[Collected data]

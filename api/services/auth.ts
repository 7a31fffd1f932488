import type { SessionData } from 'express-session';
import type { AppDeps } from '../deps';
import type { Logger } from '../lib/logger';
import { SignInRefused, type OidcClient, type PendingLogin, type VerifiedIdentity } from '../lib/oidc-client';
import { recordAudit, type AuditSource } from './audit';
import { acceptPendingInvitation } from './invitations';
import { findUserByIdentity } from './users';

/** Only a path inside the app: no scheme, no host, no protocol-relative `//` (RFC 9700 §4.11). */
export function safeReturnTo(value: unknown): string {
  if (typeof value !== 'string' || !value.startsWith('/') || value.startsWith('//') || /[\\\s]/.test(value)) {
    return '/';
  }
  const url = new URL(value, 'http://app.invalid');
  if (url.origin !== 'http://app.invalid' || url.pathname.startsWith('/auth/')) return '/';
  return `${url.pathname}${url.search}${url.hash}`;
}

/** Where to send the browser, and the state to keep in the pre-login session until it returns. */
export function beginSignIn(
  oidc: OidcClient,
  returnTo: unknown,
): Promise<{ url: string; pending: PendingLogin }> {
  return oidc.startLogin(safeReturnTo(returnTo));
}

/** What a signed-in session holds; the idle and absolute limits start at sign-in. */
export type SignedInSession = Pick<SessionData, 'userId' | 'signedInAt' | 'lastSeenAt' | 'idToken'>;

export type SignInOutcome =
  | { kind: 'signed-in'; returnTo: string; session: SignedInSession }
  | { kind: 'no-access'; noAccess: SessionData['noAccess'] }
  | { kind: 'refused'; reason: string };

/**
 * The callback. The caller removes the pre-login cookie (state, nonce, PKCE verifier) first,
 * and the provider redeems a code once, and gives the session a new id at sign-in (OWASP ASVS V7).
 * Outcomes for a person of a company go to its audit trail; a refusal that belongs to no company
 * (an unverifiable token, an identity nobody invited) goes to the log (OWASP ASVS 5.0 V16).
 */
export async function completeSignIn(
  deps: AppDeps,
  log: Logger,
  callback: { url: URL; pending: PendingLogin | undefined; invitationHash: string | undefined },
  source: AuditSource,
): Promise<SignInOutcome> {
  const { pending, invitationHash } = callback;
  if (!pending) return { kind: 'refused', reason: 'This sign-in link has already been used or has expired.' };
  let identity: VerifiedIdentity;
  try {
    identity = await deps.oidc.finishLogin(callback.url, pending);
  } catch (error) {
    if (error instanceof SignInRefused) {
      log.warn({ reason: error.reason, ip: source.ip }, 'sign-in refused');
      return { kind: 'refused', reason: 'The sign-in could not be verified. Please try again.' };
    }
    throw error;
  }

  const now = source.at;
  let user = await findUserByIdentity(deps.db, identity.issuer, identity.subject);
  if (invitationHash) {
    user = (await acceptPendingInvitation(deps, invitationHash, identity, user, source)) ?? user;
  }
  if (!user || user.status !== 'active') {
    const reason = user ? 'deactivated' : invitationHash ? 'invitation-invalid' : 'not-invited';
    if (user) {
      await recordAudit(deps.db, {
        companyId: user.companyId,
        actor: user,
        action: 'sign-in.failed',
        details: { reason },
        source,
      });
    } else {
      log.warn(
        { reason, issuer: identity.issuer, subject: identity.subject, ip: source.ip },
        'sign-in refused',
      );
    }
    return {
      kind: 'no-access',
      noAccess: {
        email: identity.email,
        name: identity.name,
        reason,
      },
    };
  }
  await recordAudit(deps.db, { companyId: user.companyId, actor: user, action: 'sign-in.succeeded', source });
  // Someone who came in through the front door goes to their own start page.
  const home = user.role === 'owner' ? '/tanks' : '/console';
  return {
    kind: 'signed-in',
    returnTo: pending.returnTo === '/' ? home : pending.returnTo,
    session: {
      userId: user.id,
      signedInAt: now.getTime(),
      lastSeenAt: now.getTime(),
      idToken: identity.idToken,
    },
  };
}
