/** Opens while the condition holds, resolves once it is gone; for rules judged on the latest value. */
async function setCondition(
  store: TankAlertStore,
  tank: TankContext,
  change: Transition | null,
  ruleKey: string,
  at: Date,
) {
  const existing = await store.findOpen(ruleKey);
  if (change && !existing) return applyTransition(store, tank, change, 'opened');
  if (change && existing && existing.severity !== change.severity) {
    const rank = { notice: 0, warning: 1, critical: 2 } as const;
    return applyTransition(
      store,
      tank,
      change,
      rank[change.severity] > rank[existing.severity] ? 'escalated' : 'de-escalated',
    );
  }
  if (!change && existing) return store.resolve(existing, { at });
  return null;
}

/**
 * A reading outside what the livestock tolerate opens a livestock alert only while the limits are
 * not broken: once they are, the limit alert owns the cause and names the livestock itself, so one
 * reading never opens two alerts. While a device reading waits out its dwell the livestock alert
 * is left as it is; once the limit alert is open it replaces the livestock one.
 */
async function evaluateLivestockRule(
  store: TankAlertStore,
  tank: TankContext,
  parameter: ParameterKey,
  latest: NewReading,
) {
  const ruleKey = `livestock:${parameter}`;
  const limitAlert = await store.findOpen(`limit:${parameter}`);
  if (limitAlert) {
    const superseded = await store.findOpen(ruleKey);
    return superseded
      ? store.resolve(superseded, {
          at: latest.measuredAt,
          note: `Followed by “${limitAlert.title}”, which names the same livestock.`,
        })
      : null;
  }
  if (limitBreach(latest.value, tank.limits[parameter] ?? null) !== null) return null;
  const concerns = evaluateLivestock(parameter, latest.value, tank.inhabitants);
  const change: Transition | null =
    concerns.length === 0
      ? null
      : {
          kind: 'livestock',
          ruleKey,
          parameter,
          severity: 'warning',
          value: latest.value,
          limit: concerns[0]!.limit,
          direction: concerns[0]!.direction,
          at: latest.measuredAt,
          facts: {
            kind: 'livestock',
            parameter,
            value: latest.value,
            measuredAt: latest.measuredAt,
            concerns,
          },
        };
  return setCondition(store, tank, change, ruleKey, latest.measuredAt);
}

/** The rate rule in force for a parameter: the tank's own, else the catalogue's default. */
function rateRuleOf(tank: Pick<TankContext, 'rates'>, parameter: ParameterKey): RateRule | null {
  return tank.rates[parameter] ?? parameterCatalogue[parameter].rateOfChange ?? null;
}

export interface SeriesPoint {
  value: number;
  measuredAt: Date;
}

/**
 * What each rate rule needs of the window before a parameter's latest reading (twice the rule's
 * period, enough for evaluateRate to average a slightly long gap), for every parameter of the batch
 * in one statement.
 *
 * evaluateRate keeps the earlier reading whose change to the latest is largest in size, the
 * earliest of equals: always one at the most positive or the most negative change. So the database
 * returns just the readings at those two changes (the same expression in the same double
 * arithmetic, ties included), and reads only the hours that can hold them: the hourly rollups give
 * each whole hour's lowest and highest value, which bound the changes inside it from above and
 * below, and an hour whose bound cannot reach what another hour surely reaches is skipped. The
 * partial hours at both ends of the window are always read. A device reporting every minute under
 * a daily rule thus costs a few hours of readings per batch instead of two days of them.
 */
export async function loadRateSeries(
  tx: Pick<Tx, 'execute'>,
  tank: Pick<TankContext, 'id' | 'rates'>,
  latest: ReadonlyMap<ParameterKey, NewReading>,
): Promise<Map<ParameterKey, SeriesPoint[]>> {
  return (await loadRateSeriesOfTanks(tx, [{ tank, latest }])).get(tank.id)!;
}
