import { z } from 'zod';
import { alertSeverity } from '@shared/alerts/kinds';
import { quietHours } from '@shared/alerts/quiet-hours';

export const notificationChannels = ['push', 'email', 'in-app'] as const;
export const notificationChannel = z.enum(notificationChannels);
export type NotificationChannel = z.infer<typeof notificationChannel>;

/** Which severities reach a person on each channel, and when to stay quiet (critical always passes). */
export const notificationPreferences = z.object({
  push: z.array(alertSeverity),
  email: z.array(alertSeverity),
  inApp: z.array(alertSeverity),
  quietHours: quietHours.nullable(),
  timeZone: z.string().min(1).max(64),
});
export type NotificationPreferences = z.infer<typeof notificationPreferences>;

export const defaultNotificationPreferences: NotificationPreferences = {
  push: ['warning', 'critical'],
  email: ['critical'],
  inApp: ['notice', 'warning', 'critical'],
  quietHours: { start: '22:00', end: '07:00' },
  timeZone: 'UTC',
};

export const pushSubscriptionInput = z.object({
  endpoint: z.url().startsWith('https://', 'A push endpoint must use https.').max(2048),
  keys: z.object({
    p256dh: z.string().regex(/^[\w-]{80,100}$/, 'Not a P-256 public key.'),
    auth: z.string().regex(/^[\w-]{16,32}$/, 'Not a push auth secret.'),
  }),
});
export type PushSubscriptionInput = z.infer<typeof pushSubscriptionInput>;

▸ Work task
What lines in the records contain the word "whose"? Return each one.

▸ Solution to the exercise
 * evaluateRate keeps the earlier reading whose change to the latest is largest in size, the
 * below, and an hour whose bound cannot reach what another hour surely reaches is skipped. The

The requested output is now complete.